How was the lighting set up for this shot.

Discussion in 'Lighting Equipment' started by john_e|2, Sep 16, 2012.

  1. The light in this image is the typical light used in dance. In spain we call this a "calle" ("street") o" luz de calle" ("light of street") I do not know the translation in english theatrical argot.
    The scene in a theatre scene is divided in rows called "calles" (in Spain), the division are made by vertical panels out of the sight of the public in the sides of the scene. The phocus are bettwen this panels. What you see is the usual light for a ballerina.

    The spot in the floor I think is made with an spotlight, which has some blades which lets you the form you want to the ligh beams.

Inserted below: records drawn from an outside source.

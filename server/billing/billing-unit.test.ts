import type Stripe from 'stripe';
import { describe, expect, it } from 'vitest';
import { createBillingClient } from './billing-client';
import { BillingError } from './billing-error';
import { currentPeriodEnd, planFromSubscription } from './plan-from-subscription';
import { isPaidPlanId, PLAN_IDS, PLANS, planByPriceLookupKey } from './plans';

function subscription(status: string, lookupKeys: (string | null)[], periodEnds: number[] = []): Stripe.Subscription {
  return {
    object: 'subscription',
    status,
    items: { data: lookupKeys.map((lookup_key, index) => ({ price: { lookup_key }, current_period_end: periodEnds[index] ?? 0 })) },
  } as unknown as Stripe.Subscription;
}

describe('planFromSubscription', () => {
  it.each([
    ['active', 'plant'],
    ['trialing', 'plant'],
    ['past_due', 'plant'],
    ['canceled', 'bench'],
    ['unpaid', 'bench'],
    ['incomplete', 'bench'],
    ['incomplete_expired', 'bench'],
    ['paused', 'bench'],
  ])('a %s subscription to the plant price means %s', (status, planId) => {
    expect(planFromSubscription(subscription(status, [PLANS.plant.priceLookupKey]))).toBe(planId);
  });

  it('ignores prices that are not ours', () => {
    expect(planFromSubscription(subscription('active', [null, 'someone_elses_price', PLANS.line.priceLookupKey]))).toBe('line');
    expect(planFromSubscription(subscription('active', ['someone_elses_price']))).toBe('bench');
  });

  it('takes the latest item period end', () => {
    expect(currentPeriodEnd(subscription('active', ['a', 'b'], [1_775_001_600, 1_775_088_000]))?.toISOString()).toBe('2026-04-02T00:00:00.000Z');
    expect(currentPeriodEnd(subscription('active', []))).toBeNull();
  });
});

describe('plan catalogue', () => {
  it('has one free plan and unique lookup keys that map back to their plan', () => {
    expect(PLAN_IDS.filter((id) => !isPaidPlanId(id))).toEqual(['bench']);
    for (const plan of Object.values(PLANS)) expect(planByPriceLookupKey(plan.priceLookupKey)?.id).toBe(plan.id);
  });

  it('never gives a larger plan a smaller limit', () => {
    const ordered = PLAN_IDS.map((id) => PLANS[id]);
    for (let index = 1; index < ordered.length; index++) {
      const smaller = ordered[index - 1];
      const larger = ordered[index];
      expect(larger.monthlyPriceMinor).toBeGreaterThan(smaller.monthlyPriceMinor);
      for (const key of Object.keys(smaller.limits) as (keyof typeof smaller.limits)[]) {
        expect(larger.limits[key], `${larger.id}.${key}`).toBeGreaterThanOrEqual(smaller.limits[key]);
      }
    }
  });
});

describe('createBillingClient', () => {
  it('needs the local fake address when no real key is set', () => {
    expect(() => createBillingClient({ webhookSecret: 'whsec_x' })).toThrow(BillingError);
  });

  it('talks to a local fake on loopback only', () => {
    expect(() => createBillingClient({ webhookSecret: 'whsec_x', apiBaseUrl: 'http://payments.example.com' })).toThrow(/loopback/);
    expect(() => createBillingClient({ webhookSecret: 'whsec_x', apiBaseUrl: 'http://127.0.0.1:4243/v1' })).toThrow(/origin only/);
    expect(() => createBillingClient({ webhookSecret: 'whsec_x', apiBaseUrl: 'http://127.0.0.1:4243' })).not.toThrow();
  });

  it('accepts a real key without an address override', () => {
    expect(() => createBillingClient({ secretKey: 'sk_test_kestrel_bay_sandbox', webhookSecret: 'whsec_x' })).not.toThrow();
  });
});
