import type Stripe from 'stripe';
import { callProvider } from './provider-errors';

export interface OpenPortalInput {
  customerId: string;
  /** Where the portal's "return" link and every finished change lead back to. */
  returnUrl: string;
}

/** A short-lived link to the provider's billing portal, where the plan is changed or cancelled. */
export async function openPortal(stripe: Stripe, input: OpenPortalInput): Promise<{ url: string }> {
  const session = await callProvider('opening the billing portal', () =>
    stripe.billingPortal.sessions.create({ customer: input.customerId, return_url: input.returnUrl }),
  );
  return { url: session.url };
}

    As it is in the image is very difficult way to illuminate the figure, for the little size of the coberture. So two posibilities:
    a) It is not a scene photo but a studio image (you illuminate the space and put the ballerina there, not illumante the scene and let the ballerina dance).
    b) It is a scene photo and there is some postporcess to dark the enviroment.
     
  2. In a studio: two large Chimera strip light spftboxes. The spot light around her feet is done in post processing by blacking
    out everything on the floor except that circle.
     
  3. Thanks.
     
  4. Wrong... This is a very controlled shot done by using either 2 grids or fresnel. The circle on the floor is the result of the tight beam of light coming downward hitting the subject on both sides. notice the 2 shadows of the foot coming at both sides just like the lighting on the subject. The hard edge shadow transfer on the sides of the body dictates a hard light not a soft light. Funny I had to look twice because you would first think in order to get that circle on the floor her face would be evenly lit from a top light shooting down but no not so.
     
  5. Michael: do you mean two lights slightly behind the dancer with grids are postioned high aimed down towards the floor? are you saying the entire shot is lit with just two grided lights? or the spot on the floor is lit with two lights with grids and the dancer is lit with other lighting?
     
  6. two lights lighting the girl are also creating the spot on the floor.
     
  7. The foot shadow shows the placement of the slighty backlit lighting setup. 2 grids or fresnel. I can't say how much photoshop work was done to adjust shadow which would also make the circle a little tighter.
     
  8. Imagine the girls is in the center of a horinzontal clock. The camera is at 6. One of the light is at 9 and the other at 3 (actually about 1 minute near the 12 in both cases).
    I do not thing ina strip light. But the shadows of the feet decay quickly...
     
  9. Some of that floor light-puddle shape has to come in post. If you look at the top surface of her right slipper, you'll see it's strongly lit from camera left, and evenly so (intensity similar to the light that's hitting the same side of her left arm, for example). That light simply wouldn't fall off quickly enough to create the tight puddle we see on the floor. No way.
     
  10. Agree with Matt and Ellis, if the floor light was from above, it would be evidenced by hotter light on the face and tops of body parts like glutes or back or and it isnt. The lit area are from lights coming from the sides. There would probably be some fall off from top to bottom and there isnt. The shadow on the floor doesnt follow the shape of what would be expected by a topper (top light) Its too narrow and too symmetrical. Her chest shadow wouldnt be that narrow and the shadow doesnt extend under it far enough. Floor is burned in post. The created shadow helps ground her and if he shoots anything like me, is hiding a couple of piece of black gaffers for a mark for her to stand and orient her direction. I like that he didnt bullseye her in the "spot light." I dont think its a leg shadow because a strip would have thrown a torso shadow on each side as well. I also agree with the 2 strip lights or perhaps 2 fresnels flooded through barn doors in chinese (vertical) mailbox. It is those 2 lights creating the kicker lighting on each side. Doesnt look like any front fill. When I do want a spot light effect, I like using a 6' silver parabolic.
     
  11. I had to look again at this image and all the others that this photographer has taken and I change my mind on my first thoughts. I personally like to shoot all in camera with minimal post work in PS. I agree with the strip light soft boxes with the addition of soft grids to control the beam of light. The circle on the floor seems to be present in most all of his images which leads me to believe it is done in post.
     
  12. Michael, I agree on the egg crates on the strip bxes. They may have contributed to the harder shadow edge transfer here. They are on mine all the time. Help with flare and reduce need to flag. I really had to look close on this shot so I believe the maker achieved his illusion. From that shot you posted of the lady leaning on the wall, I'm not surprised you like to capture as much as possible in camera, for me that's the sign of a capable photographer and that image was wonderful. I have tucked those lines in my memory bank.